**Extracted material**
impl Document {
    /// Brings the text in line with a timetable in which `touched` has changed; the patches
    /// have been applied and can be taken back in reverse order.
    pub fn follow(
        &mut self,
        before: &Timetable,
        after: &Timetable,
        touched: &[Touched],
    ) -> Vec<Patch> {
        let zone = after.settings.zone;
        let mut patches = Vec::new();
        for table in touched {
            match table {
                Touched::RequestGone(at) => patches.extend(self.take_out(&Touched::Request(*at))),
                Touched::NamedGone(at) => patches.extend(self.take_out(&Touched::Named(*at))),
                Touched::OccurrenceGone(at) => {
                    patches.extend(self.take_out(&Touched::Occurrence(*at)));
                }
                Touched::Occurrence(at) => {
                    let Some((request, now)) = after.differing(*at) else {
                        continue;
                    };
                    let Some((_, then)) = before.differing(*at) else {
                        let mut keys = vec![
                            ("of", Value::from(request.id.as_ref())),
                            ("date", date_value(&now.date)),
                        ];
                        let nothing = Differing::nothing(&now.date, *at);
                        let differs = differing_changes(&nothing, now, zone).into_iter();
                        keys.extend(differs.filter_map(|(key, value)| Some((key, value?))));
                        patches.push(self.add(table, "occurrence", &keys));
                        continue;
                    };
                    for (key, value) in differing_changes(then, now, zone) {
                        patches.extend(self.set(table, "occurrence", key, value.map(Set::Whole)));
                    }
                }
                Touched::Settings => {
                    for (key, value) in settings_changes(&before.settings, &after.settings) {
                        patches.extend(self.set(table, "timetable", key, value.map(Set::Whole)));
                    }
                }
                Touched::Request(at) if before.requests.len() < after.requests.len() => {
                    let keys = new_request_keys(&after.requests[*at], zone);
                    patches.push(self.add(table, "request", &keys));
                }
                Touched::Request(at) => {
                    for (key, value) in
                        request_changes(&before.requests[*at], &after.requests[*at], zone)
                    {
                        patches.extend(self.set(table, "request", key, value.map(Set::Whole)));
                    }
                }
                Touched::Named(at) => {
                    let now = &after.named[*at];
                    let Some(then) = before.named.get(*at) else {
                        patches.push(self.add(table, "resource", &named_keys(now, zone)));
                        continue;
                    };
                    for (key, value) in named_changes(then, now) {
                        patches.extend(self.set(table, "resource", key, value.map(Set::Whole)));
                    }
                    if then.common.closed == now.common.closed {
                        continue;
                    }
                    let closed = |named: &Named| named.common.closed.clone().unwrap_or_default();
                    let (was, is) = (closed(then), closed(now));
                    for value in closure_changes(&was, &is, zone) {
                        patches.extend(self.set(table, "resource", "closed", Some(value)));
                    }
                }
                Touched::Kind(at) => {
                    patches.push(self.add(table, "kind", &kind_keys(&after.kinds[*at])))
                }
            }
        }
        patches
    }

    /// Takes patches back, last first.
    pub fn take_back(&mut self, patches: &[Patch]) {
        for patch in patches.iter().rev() {
            self.apply(&patch.inverse());
        }
    }

    /// Does patches again that were taken back.
    pub fn repeat(&mut self, patches: &[Patch]) {
        for patch in patches {
            self.apply(patch);
        }
    }

    fn apply(&mut self, patch: &Patch) {
        self.text
            .replace_range(patch.at..patch.at + patch.old.len(), &patch.new);
        let end = patch.at + patch.old.len();
        let moved = |byte: usize| byte + patch.new.len() - patch.old.len();
        let (places, own) = self.places(&patch.table);
        if patch.removes.is_some() {
            places.remove(own);
        } else if patch.adds.is_none() {
            places[own].end = moved(places[own].end);
        }
        let changed = patch.table.clone();
        for (table, places) in [
            (Touched::Request(usize::MAX), &mut self.requests),
            (Touched::Named(usize::MAX), &mut self.named),
            (Touched::Kind(usize::MAX), &mut self.kinds),
            (Touched::Occurrence(usize::MAX), &mut self.occurrences),
            (Touched::Settings, &mut self.head),
        ] {
            let same = std::mem::discriminant(&table) == std::mem::discriminant(&changed);
            for (at, place) in places.iter_mut().enumerate() {
                let own = same && at == own && patch.adds.is_none() && patch.removes.is_none();
                if !own && place.start >= end {
                    *place = moved(place.start)..moved(place.end);
                }
            }
        }
        if let Some(place) = &patch.adds {
            let place = patch.at + place.start..patch.at + place.end;
            let (places, own) = self.places(&patch.table);
            places.insert(own, place);
        }
    }

    /// The newline that the file uses.
    fn newline(&self) -> &'static str {
        if self.text.contains("\r\n") {
            "\r\n"
        } else {
            "\n"
        }
    }

    /// Sets or (with `None`) removes a key of a table.
    fn set(&mut self, table: &Touched, name: &str, key: &str, value: Option<Set>) -> Option<Patch> {
        let (places, at) = self.places(table);
        let place = places[at].clone();
        let fragment = &self.text[place.clone()];
        let change = change_in(fragment, name, key, value, self.newline())?;
        let patch = Patch {
            at: place.start + change.0.start,
            old: fragment[change.0].into(),
            new: change.1,
            table: table.clone(),
            adds: None,
            removes: None,
        };
        self.apply(&patch);
        Some(patch)
    }

    /// Takes a table out: its lines, and the blank line after (or before) them.
    fn take_out(&mut self, table: &Touched) -> Option<Patch> {
        let (places, own) = self.places(table);
        let place = places.get(own)?.clone();
        let text = &self.text;
        let range = if text[place.clone()].starts_with('{') {
            with_comma(text, place.clone())
        } else {
            let line_start = text[..place.start]
                .rfind('\n')
                .map_or(0, |newline| newline + 1);
            let line_end = text[place.end..]
                .find('\n')
                .map_or(text.len(), |newline| place.end + newline + 1);
            let blank = ["\r\n", "\n"]
                .into_iter()
                .find(|blank| text[line_end..].starts_with(blank));
            // At the end of the file the blank line is the one before.
            let before = ["\r\n", "\n"].into_iter().find(|blank| {
                line_end == text.len() && text[..line_start].ends_with(&blank.repeat(2))
            });
            line_start - before.map_or(0, str::len)..line_end + blank.map_or(0, str::len)
        };
        let inside = place.start - range.start..place.end - range.start;
        let patch = Patch {
            at: range.start,
            old: text[range].into(),
            new: String::new(),
            table: table.clone(),
            adds: None,
            removes: Some(inside),
        };
        self.apply(&patch);
        Some(patch)
    }

    /// Adds a table at the end of the file, or of the list when that is written in brackets.
    fn add(&mut self, table: &Touched, name: &str, keys: &[(&str, Value)]) -> Patch {
        let newline = self.newline();
        let (places, _) = self.places(table);
        let inline = places
            .last()
            .cloned()
            .filter(|place| self.text[place.clone()].starts_with('{'));
        let (at, new, place) = match inline {
            Some(last) => {
                let keys: Vec<String> = keys
                    .iter()
                    .map(|(key, value)| format!("{key} = {value}"))
                    .collect();
                let table = format!("{{ {} }}", keys.join(", "));
                (last.end, format!(", {table}"), 2..2 + table.len())
            }
            None => {
                let gap = match &*self.text {
                    text if text.is_empty() || text.ends_with("\n\n") => String::new(),
                    text if text.ends_with('\n') => newline.into(),
                    _ => newline.repeat(2),
                };
                let lines: String = keys
                    .iter()
                    .map(|(key, value)| format!("{newline}{key} = {value}"))
                    .collect();
                let table = format!("[[{name}]]{lines}");
                let place = gap.len()..gap.len() + table.len();
                (self.text.len(), format!("{gap}{table}{newline}"), place)
            }
        };
        let patch = Patch {
            at,
            old: String::new(),
            new,
            table: table.clone(),
            adds: Some(place),
            removes: None,
        };
        self.apply(&patch);
        patch
    }
}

**What the exercise asks**
Retype the material above, line by line, exactly.

**Response area**
impl Document {
    /// Brings the text in line with a timetable in which `touched` has changed; the patches
    /// have been applied and can be taken back in reverse order.
    pub fn follow(
        &mut self,
        before: &Timetable,
        after: &Timetable,
        touched: &[Touched],
    ) -> Vec<Patch> {
        let zone = after.settings.zone;
        let mut patches = Vec::new();
        for table in touched {
            match table {
                Touched::RequestGone(at) => patches.extend(self.take_out(&Touched::Request(*at))),
                Touched::NamedGone(at) => patches.extend(self.take_out(&Touched::Named(*at))),
                Touched::OccurrenceGone(at) => {
                    patches.extend(self.take_out(&Touched::Occurrence(*at)));
                }
                Touched::Occurrence(at) => {
                    let Some((request, now)) = after.differing(*at) else {
                        continue;
                    };
                    let Some((_, then)) = before.differing(*at) else {
                        let mut keys = vec![
                            ("of", Value::from(request.id.as_ref())),
                            ("date", date_value(&now.date)),
                        ];
                        let nothing = Differing::nothing(&now.date, *at);
                        let differs = differing_changes(&nothing, now, zone).into_iter();
                        keys.extend(differs.filter_map(|(key, value)| Some((key, value?))));
                        patches.push(self.add(table, "occurrence", &keys));
                        continue;
                    };
                    for (key, value) in differing_changes(then, now, zone) {
                        patches.extend(self.set(table, "occurrence", key, value.map(Set::Whole)));
                    }
                }
                Touched::Settings => {
                    for (key, value) in settings_changes(&before.settings, &after.settings) {
                        patches.extend(self.set(table, "timetable", key, value.map(Set::Whole)));
                    }
                }
                Touched::Request(at) if before.requests.len() < after.requests.len() => {
                    let keys = new_request_keys(&after.requests[*at], zone);
                    patches.push(self.add(table, "request", &keys));
                }
                Touched::Request(at) => {
                    for (key, value) in
                        request_changes(&before.requests[*at], &after.requests[*at], zone)
                    {
                        patches.extend(self.set(table, "request", key, value.map(Set::Whole)));
                    }
                }
                Touched::Named(at) => {
                    let now = &after.named[*at];
                    let Some(then) = before.named.get(*at) else {
                        patches.push(self.add(table, "resource", &named_keys(now, zone)));
                        continue;
                    };
                    for (key, value) in named_changes(then, now) {
                        patches.extend(self.set(table, "resource", key, value.map(Set::Whole)));
                    }
                    if then.common.closed == now.common.closed {
                        continue;
                    }
                    let closed = |named: &Named| named.common.closed.clone().unwrap_or_default();
                    let (was, is) = (closed(then), closed(now));
                    for value in closure_changes(&was, &is, zone) {
                        patches.extend(self.set(table, "resource", "closed", Some(value)));
                    }
                }
                Touched::Kind(at) => {
                    patches.push(self.add(table, "kind", &kind_keys(&after.kinds[*at])))
                }
            }
        }
        patches
    }

    /// Takes patches back, last first.
    pub fn take_back(&mut self, patches: &[Patch]) {
        for patch in patches.iter().rev() {
            self.apply(&patch.inverse());
        }
    }

    /// Does patches again that were taken back.
    pub fn repeat(&mut self, patches: &[Patch]) {
        for patch in patches {
            self.apply(patch);
        }
    }

    fn apply(&mut self, patch: &Patch) {
        self.text
            .replace_range(patch.at..patch.at + patch.old.len(), &patch.new);
        let end = patch.at + patch.old.len();
        let moved = |byte: usize| byte + patch.new.len() - patch.old.len();
        let (places, own) = self.places(&patch.table);
        if patch.removes.is_some() {
            places.remove(own);
        } else if patch.adds.is_none() {
            places[own].end = moved(places[own].end);
        }
        let changed = patch.table.clone();
        for (table, places) in [
            (Touched::Request(usize::MAX), &mut self.requests),
            (Touched::Named(usize::MAX), &mut self.named),
            (Touched::Kind(usize::MAX), &mut self.kinds),
            (Touched::Occurrence(usize::MAX), &mut self.occurrences),
            (Touched::Settings, &mut self.head),
        ] {
            let same = std::mem::discriminant(&table) == std::mem::discriminant(&changed);
            for (at, place) in places.iter_mut().enumerate() {
                let own = same && at == own && patch.adds.is_none() && patch.removes.is_none();
                if !own && place.start >= end {
                    *place = moved(place.start)..moved(place.end);
                }
            }
        }
        if let Some(place) = &patch.adds {
            let place = patch.at + place.start..patch.at + place.end;
            let (places, own) = self.places(&patch.table);
            places.insert(own, place);
        }
    }

    /// The newline that the file uses.
    fn newline(&self) -> &'static str {
        if self.text.contains("\r\n") {
            "\r\n"
        } else {
            "\n"
        }
    }

    /// Sets or (with `None`) removes a key of a table.
    fn set(&mut self, table: &Touched, name: &str, key: &str, value: Option<Set>) -> Option<Patch> {
        let (places, at) = self.places(table);
        let place = places[at].clone();
        let fragment = &self.text[place.clone()];
        let change = change_in(fragment, name, key, value, self.newline())?;
        let patch = Patch {
            at: place.start + change.0.start,
            old: fragment[change.0].into(),
            new: change.1,
            table: table.clone(),
            adds: None,
            removes: None,
        };
        self.apply(&patch);
        Some(patch)
    }

    /// Takes a table out: its lines, and the blank line after (or before) them.
    fn take_out(&mut self, table: &Touched) -> Option<Patch> {
        let (places, own) = self.places(table);
        let place = places.get(own)?.clone();
        let text = &self.text;
        let range = if text[place.clone()].starts_with('{') {
            with_comma(text, place.clone())
        } else {
            let line_start = text[..place.start]
                .rfind('\n')
                .map_or(0, |newline| newline + 1);
            let line_end = text[place.end..]
                .find('\n')
                .map_or(text.len(), |newline| place.end + newline + 1);
            let blank = ["\r\n", "\n"]
                .into_iter()
                .find(|blank| text[line_end..].starts_with(blank));
            // At the end of the file the blank line is the one before.
            let before = ["\r\n", "\n"].into_iter().find(|blank| {
                line_end == text.len() && text[..line_start].ends_with(&blank.repeat(2))
            });
            line_start - before.map_or(0, str::len)..line_end + blank.map_or(0, str::len)
        };
        let inside = place.start - range.start..place.end - range.start;
        let patch = Patch {
            at: range.start,
            old: text[range].into(),
            new: String::new(),
            table: table.clone(),
            adds: None,
            removes: Some(inside),
        };
        self.apply(&patch);
        Some(patch)
    }

    /// Adds a table at the end of the file, or of the list when that is written in brackets.
    fn add(&mut self, table: &Touched, name: &str, keys: &[(&str, Value)]) -> Patch {
        let newline = self.newline();
        let (places, _) = self.places(table);
        let inline = places
            .last()
            .cloned()
            .filter(|place| self.text[place.clone()].starts_with('{'));
        let (at, new, place) = match inline {
            Some(last) => {
                let keys: Vec<String> = keys
                    .iter()
                    .map(|(key, value)| format!("{key} = {value}"))
                    .collect();
                let table = format!("{{ {} }}", keys.join(", "));
                (last.end, format!(", {table}"), 2..2 + table.len())
            }
            None => {
                let gap = match &*self.text {
                    text if text.is_empty() || text.ends_with("\n\n") => String::new(),
                    text if text.ends_with('\n') => newline.into(),
                    _ => newline.repeat(2),
                };
                let lines: String = keys
                    .iter()
                    .map(|(key, value)| format!("{newline}{key} = {value}"))
                    .collect();
                let table = format!("[[{name}]]{lines}");
                let place = gap.len()..gap.len() + table.len();
                (self.text.len(), format!("{gap}{table}{newline}"), place)
            }
        };
        let patch = Patch {
            at,
            old: String::new(),
            new,
            table: table.clone(),
            adds: Some(place),
            removes: None,
        };
        self.apply(&patch);
        patch
    }
}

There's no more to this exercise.